◆ **Exercise goal**: The result should be every line in the data below that carries the string "clusterForest".

◆ **Supplied material**:
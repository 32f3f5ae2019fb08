import { clusterForest, joinClusters, releaseClusters } from '../../kernels/clusters';
import { planParts } from '../correct/plan-parts';
import { tailSigns, tailStatistic } from '../correct/tail';
import type { Plan } from '../plan';
import type { Axes, PairBlock } from '../types';

/** Gathers, over pairs and relabellings, what the corrections need of the t maps. */
export class NullMaxima {
  readonly maxStatistic: Float32Array;
  readonly maxClusterMass: Float32Array;
  readonly #test: Plan['test'];
  readonly #axes: Axes;
  readonly #points: Int32Array;
  readonly #forest;
  readonly #parts;

  constructor(axes: Axes, test: Plan['test']) {
    const featureCount = axes.frequenciesHz.length * axes.timesS.length;
    this.#axes = axes;
    this.#test = test;
    this.maxStatistic = new Float32Array(test.permutations).fill(-Infinity);
    this.maxClusterMass = new Float32Array(test.permutations);
    this.#points = new Int32Array(featureCount);
    this.#forest = clusterForest(featureCount);
    this.#parts = planParts(test).map(([id, part]) => ({
      id,
      part,
      gatherer: part.gatherer({ axes, test }),
    }));
  }

  begin(pair: number, observed: Float32Array): void {
    for (const { gatherer } of this.#parts) gatherer.begin(pair, observed);
  }

  /** The t map of the pair begun last under one relabelling. */
  add(relabelling: number, t: Float32Array): void {
    let largest = this.maxStatistic[relabelling];
    for (const value of t) largest = Math.max(largest, tailStatistic(value, this.#test.tail));
    this.maxStatistic[relabelling] = largest;
    for (const sign of tailSigns(this.#test.tail)) {
      const mass = this.#largestMass(t, sign);
      if (mass > this.maxClusterMass[relabelling]) this.maxClusterMass[relabelling] = mass;
    }
    for (const { gatherer } of this.#parts) gatherer.add(relabelling, t);
  }

  /** What single corrections need, merged as after a run. */
  parts(): PairBlock['parts'] {
    const context = { axes: this.#axes, test: this.#test };
    return Object.fromEntries(
      this.#parts.map(({ id, part, gatherer }) => [id, part.merge([gatherer.finish()], context)]),
    );
  }

  #largestMass(t: Float32Array, sign: -1 | 1): number {
    let pointCount = 0;
    for (let x = 0; x < t.length; x++) {
      if (sign * t[x] > this.#test.clusterFormingZ) this.#points[pointCount++] = x;
    }
    const size = { pointCount, timeCount: this.#axes.timesS.length };
    const mass = joinClusters(t, 0, this.#points, this.#forest, size);
    releaseClusters(this.#points, pointCount, this.#forest);
    return mass;
  }
}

◆ **Output for this task**:
import { clusterForest, joinClusters, releaseClusters } from '../../kernels/clusters';
    this.#forest = clusterForest(featureCount);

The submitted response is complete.